INPUT FOR THIS TASK:
def poles_for_pair(design: Design, pair: DominantPair) -> PoleChoice:
    """The controller poles for a dominant pair: the pair and the remaining poles by rule."""
    req = design.controller
    n = design.plant.order
    dominant = tuple(_exact_complex(p) for p in pair.poles)
    if req.remaining_poles is not None:
        rest = req.remaining_poles
        rule = "the remaining poles as given in the design file (controller.remaining_poles)"
    else:
        rest = tuple(
            _exact_complex(p) for p in remaining_poles(pair, n - 2, req.remaining_pole_factor)
        )
        rule = (
            f"the remaining {n - 2} pole(s) real, {req.remaining_pole_factor:g} times farther left"
            " than the dominant pair, spread by 10 % so that no pole repeats (common practice,"
            " no source: they then decay that much faster and the pair dominates)"
            if n > 2
            else "second-order plant: the dominant pair is the whole set"
        )
    poles = dominant + tuple(rest)
    return PoleChoice(poles, "specifications", rule, cf.desired_coefficients(poles), pair)


def remaining_poles(pair: DominantPair, count: int, factor: float = 5.0) -> tuple[complex, ...]:
    """Default places for the ``count`` closed-loop poles beyond the dominant pair.

    Parameters
    ----------
    pair : DominantPair
        The dominant pair.
    count : int
        Number of further poles, ``n - 2`` for an ``n``-state plant; ``>= 0``.
    factor : float, default 5.0
        How many times farther from the imaginary axis than the pair the
        nearest further pole lies; finite and ``>= 1``.  Below about 5 the
        pair no longer dominates clearly (common practice, no source).

    Returns
    -------
    tuple of complex
        Real poles ``-factor*sigma*(1 + 0.1*k)``, ``k = 0 .. count-1``, each
        rounded away from zero to three significant figures.

    Raises
    ------
    ValueError
        When ``count`` is not a non-negative integer or ``factor`` is not a
        finite number of at least 1.

    Notes
    -----
    The rule is a default; the design file may give explicit poles instead.
    A factor of 5 is common practice, no source: the further poles decay
    about five times faster than the dominant pair, so the second-order
    predictions stay roughly right.  The 10 % spread keeps the poles
    distinct, so numeric pole placement and eigenvalue checks stay well
    conditioned (SciPy 1.17's ``place_poles`` was measured to fail silently
    for poles 1e-8 apart).  Rounding away from zero only makes them faster.
    Fast poles need large gains: check actuator limits and noise.

    Examples
    --------
    >>> from symbolic.model.specifications import Specifications
    >>> pair = dominant_pair(Specifications(settling_time=2.0))
    >>> remaining_poles(pair, 2)
    ((-10.8+0j), (-11.9+0j))
    """
    if isinstance(count, bool) or not isinstance(count, int) or count < 0:
        raise ValueError(f"count must be a non-negative integer, got {count!r}")
    if (
        isinstance(factor, bool)
        or not isinstance(factor, Real)
        or not math.isfinite(factor)
        or factor < 1.0
    ):
        raise ValueError(f"factor must be a finite number >= 1, got {factor!r}")
    # p_k = -factor * sigma * (1 + 0.1 k)   (common practice, no source)
    return tuple(
        complex(-round_sig3(float(factor) * pair.real_part * (1.0 + 0.1 * k), up=True), 0.0)
        for k in range(count)
    )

TO DO: Reproduce exactly, and with no other material, the lines between those holding "- 2, req.remaining_pole_factor)" and "rounded away from", inclusive.

COMPLETED EXERCISE:
            _exact_complex(p) for p in remaining_poles(pair, n - 2, req.remaining_pole_factor)
        )
        rule = (
            f"the remaining {n - 2} pole(s) real, {req.remaining_pole_factor:g} times farther left"
            " than the dominant pair, spread by 10 % so that no pole repeats (common practice,"
            " no source: they then decay that much faster and the pair dominates)"
            if n > 2
            else "second-order plant: the dominant pair is the whole set"
        )
    poles = dominant + tuple(rest)
    return PoleChoice(poles, "specifications", rule, cf.desired_coefficients(poles), pair)


def remaining_poles(pair: DominantPair, count: int, factor: float = 5.0) -> tuple[complex, ...]:
    """Default places for the ``count`` closed-loop poles beyond the dominant pair.

    Parameters
    ----------
    pair : DominantPair
        The dominant pair.
    count : int
        Number of further poles, ``n - 2`` for an ``n``-state plant; ``>= 0``.
    factor : float, default 5.0
        How many times farther from the imaginary axis than the pair the
        nearest further pole lies; finite and ``>= 1``.  Below about 5 the
        pair no longer dominates clearly (common practice, no source).

    Returns
    -------
    tuple of complex
        Real poles ``-factor*sigma*(1 + 0.1*k)``, ``k = 0 .. count-1``, each
        rounded away from zero to three significant figures.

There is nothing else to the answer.